Almost every American is guilty of this particular prejudice--perceiving
Japanese as exotic oddities such that they're not only overly credulous about
these stories and the degree to which they reflect the society, but actually
prefer them to the exclusion of more substantive news, like the more prosaic
social and business stories that circulate about the Chinese or French
(notwithstanding political biases, etc). And it shows that racism isn't just
something exhibited by rabid white supremacists; racism necessarily implicates
neither ill-will nor hatred. Yet it shows how if you don't recognize racism
early and honestly it absolutely can metastasize into acute acts of hatred,
such as what happened during WWII where both Americans and Japanese committed
atrocious crimes precisely because of pervasive, fertile racist attitudes that
were seemingly benign before (and after).

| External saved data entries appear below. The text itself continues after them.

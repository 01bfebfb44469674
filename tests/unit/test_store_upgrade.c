/* Upgrades: a history file written by the first released schema (version 2,
 * tests/fixtures/store_schema2.sql) is migrated in place by the writer with
 * every row and every value it held; the reader refuses it until then; a file
 * from a newer program is refused with a message that names the file and both
 * versions. No science here, so no source to cite. */
#include <setjmp.h>
#include <stdarg.h>
#include <stddef.h>
#include <stdint.h>
#include <stdio.h>
#include <stdlib.h>
#include <string.h>
#include <unistd.h>
#include <cmocka.h>
#include <sqlite3.h>

#include "hs_store.h"

#define FIXTURE "tests/fixtures/store_schema2.sql"

static char dir[64], orig[128], path[128];

static char *read_all(const char *file)
{
    FILE *f = fopen(file, "rb");
    if (f == NULL)
        return NULL;
    fseek(f, 0, SEEK_END);
    long n = ftell(f);
    fseek(f, 0, SEEK_SET);
    char *text = malloc((size_t)n + 1);
    if (text != NULL && fread(text, 1, (size_t)n, f) != (size_t)n) {
        free(text);
        text = NULL;
    }
    if (text != NULL)
        text[n] = '\0';
    fclose(f);
    return text;
}

static void load_fixture(const char *file)
{
    char *sql = read_all(FIXTURE);
    assert_non_null(sql);
    sqlite3 *db;
    assert_int_equal(sqlite3_open(file, &db), SQLITE_OK);
    char *msg = NULL;
    int rc = sqlite3_exec(db, sql, NULL, NULL, &msg);
    if (rc != SQLITE_OK)
        fail_msg("loading %s: %s", FIXTURE, msg ? msg : "?");
    sqlite3_close(db);
    free(sql);
}

static int64_t scalar(const char *file, const char *sql)
{
    sqlite3 *db;
    sqlite3_stmt *s;
    int64_t v = -1;
    assert_int_equal(sqlite3_open_v2(file, &db, SQLITE_OPEN_READONLY, NULL), SQLITE_OK);
    assert_int_equal(sqlite3_prepare_v2(db, sql, -1, &s, NULL), SQLITE_OK);
    if (sqlite3_step(s) == SQLITE_ROW)
        v = sqlite3_column_int64(s, 0);
    sqlite3_finalize(s);
    sqlite3_close(db);
    return v;
}

static int setup(void **unused)
{
    (void)unused;
    snprintf(dir, sizeof dir, "/tmp/hs-upgrade.XXXXXX");
    if (mkdtemp(dir) == NULL)
        return -1;
    snprintf(orig, sizeof orig, "%s/orig.db", dir);
    snprintf(path, sizeof path, "%s/history.db", dir);
    return 0;
}

static int teardown(void **unused)
{
    (void)unused;
    const char *suffix[] = {"", "-wal", "-shm", "-journal"};
    char f[160];
    for (size_t i = 0; i < sizeof suffix / sizeof suffix[0]; i++) {
        snprintf(f, sizeof f, "%s%s", orig, suffix[i]);
        unlink(f);
        snprintf(f, sizeof f, "%s%s", path, suffix[i]);
        unlink(f);
    }
    rmdir(dir);
    return 0;
}

/* Every row of every version-2 table, over the version-2 columns, is still
 * there after the migration, and nothing was added to or lost from it. */
static void same_rows(sqlite3 *db, const char *table)
{
    char cols[1024] = "", sql[5000]; /* 4 x cols + the text: no truncation */
    sqlite3_stmt *s;
    snprintf(sql, sizeof sql, "SELECT name FROM pragma_table_info('%s', 'v2')", table);
    assert_int_equal(sqlite3_prepare_v2(db, sql, -1, &s, NULL), SQLITE_OK);
    while (sqlite3_step(s) == SQLITE_ROW) {
        if (cols[0])
            strncat(cols, ",", sizeof cols - strlen(cols) - 1);
        strncat(cols, (const char *)sqlite3_column_text(s, 0), sizeof cols - strlen(cols) - 1);
    }
    sqlite3_finalize(s);
    assert_true(cols[0] != '\0');
    snprintf(sql, sizeof sql,
             "SELECT (SELECT count(*) FROM v2.%1$s), (SELECT count(*) FROM main.%1$s),"
             " (SELECT count(*) FROM (SELECT %2$s FROM v2.%1$s EXCEPT SELECT %2$s FROM main.%1$s)),"
             " (SELECT count(*) FROM (SELECT %2$s FROM main.%1$s EXCEPT SELECT %2$s FROM v2.%1$s))",
             table, cols);
    assert_int_equal(sqlite3_prepare_v2(db, sql, -1, &s, NULL), SQLITE_OK);
    assert_int_equal(sqlite3_step(s), SQLITE_ROW);
    int64_t before = sqlite3_column_int64(s, 0), after = sqlite3_column_int64(s, 1);
    int64_t lost = sqlite3_column_int64(s, 2), changed = sqlite3_column_int64(s, 3);
    sqlite3_finalize(s);
    if (before != after || lost != 0 || changed != 0)
        fail_msg("table %s: %lld rows before, %lld after, %lld lost, %lld changed", table,
                 (long long)before, (long long)after, (long long)lost, (long long)changed);
}

static void first_released_schema_migrates_in_place(void **unused)
{
    (void)unused;
    load_fixture(orig);
    load_fixture(path);
    assert_int_equal(scalar(path, "PRAGMA user_version"), 2);
    assert_true(scalar(path, "SELECT count(*) FROM pond_state") > 100); /* a real fixture */

    char err[512];
    if (hs_store_schema_version() > 2) { /* the CLI reads, it never migrates */
        assert_null(hs_store_open(path, HS_STORE_READ, NULL, err, sizeof err));
        assert_non_null(strstr(err, "older"));
    }
    hs_store *st = hs_store_open(path, HS_STORE_WRITE, NULL, err, sizeof err);
    if (st == NULL)
        fail_msg("%s", err);
    hs_store_close(st);
    assert_int_equal(scalar(path, "PRAGMA user_version"), hs_store_schema_version());
    assert_int_equal(scalar(path, "SELECT count(*) FROM pragma_integrity_check "
                                  "WHERE integrity_check <> 'ok'"), 0);

    sqlite3 *db;
    assert_int_equal(sqlite3_open_v2(path, &db, SQLITE_OPEN_READONLY, NULL), SQLITE_OK);
    char attach[200];
    snprintf(attach, sizeof attach, "ATTACH '%s' AS v2", orig);
    assert_int_equal(sqlite3_exec(db, attach, NULL, NULL, NULL), SQLITE_OK);
    sqlite3_stmt *s;
    assert_int_equal(sqlite3_prepare_v2(db, "SELECT name FROM v2.sqlite_master WHERE type = "
                                            "'table' AND name NOT LIKE 'sqlite_%' ORDER BY name",
                                        -1, &s, NULL), SQLITE_OK);
    int tables = 0;
    while (sqlite3_step(s) == SQLITE_ROW) {
        same_rows(db, (const char *)sqlite3_column_text(s, 0));
        tables++;
    }
    sqlite3_finalize(s);
    sqlite3_close(db);
    assert_int_equal(tables, 11); /* every table of schema 2 was compared */

    /* The migrated file is a working store: the reader opens it and the
     * writer appends to it. */
    st = hs_store_open(path, HS_STORE_READ, NULL, err, sizeof err);
    if (st == NULL)
        fail_msg("%s", err);
    hs_store_close(st);
}

static void newer_schema_is_refused(void **unused)
{
    (void)unused;
    load_fixture(path);
    char bump[64];
    snprintf(bump, sizeof bump, "PRAGMA user_version = %d", hs_store_schema_version() + 1);
    sqlite3 *db;
    assert_int_equal(sqlite3_open(path, &db), SQLITE_OK);
    assert_int_equal(sqlite3_exec(db, bump, NULL, NULL, NULL), SQLITE_OK);
    sqlite3_close(db);
    int64_t rows = scalar(path, "SELECT count(*) FROM pond_state");
    char err[512], want[64];
    for (int m = 0; m < 2; m++) {
        assert_null(hs_store_open(path, m ? HS_STORE_READ : HS_STORE_WRITE, NULL, err, sizeof err));
        assert_non_null(strstr(err, path));
        snprintf(want, sizeof want, "schema version %d is newer than this program's %d",
                 hs_store_schema_version() + 1, hs_store_schema_version());
        assert_non_null(strstr(err, want));
    }
    assert_int_equal(scalar(path, "PRAGMA user_version"), hs_store_schema_version() + 1);
    assert_int_equal(scalar(path, "SELECT count(*) FROM pond_state"), rows); /* untouched */
}

int main(void)
{
    const struct CMUnitTest tests[] = {
        cmocka_unit_test_setup_teardown(first_released_schema_migrates_in_place, setup, teardown),
        cmocka_unit_test_setup_teardown(newer_schema_is_refused, setup, teardown),
    };
    return cmocka_run_group_tests(tests, NULL, NULL);
}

At the same time, it shows that merely identifying racism doesn't mean that
everybody is obligated to immediately address it (or, more often, hide it).
Which is good in as much as it proves it possible to discuss racism without
triggering the denialism that comes when people feel imposed upon. Like
vegetarianism, people can be both accuser and perpetrator in discourse without
feeling like a hypocrite or a morally bad person, which is hugely important
for constructive dialogue and achieving incremental improvements--
realistically the only kind of improvement possible.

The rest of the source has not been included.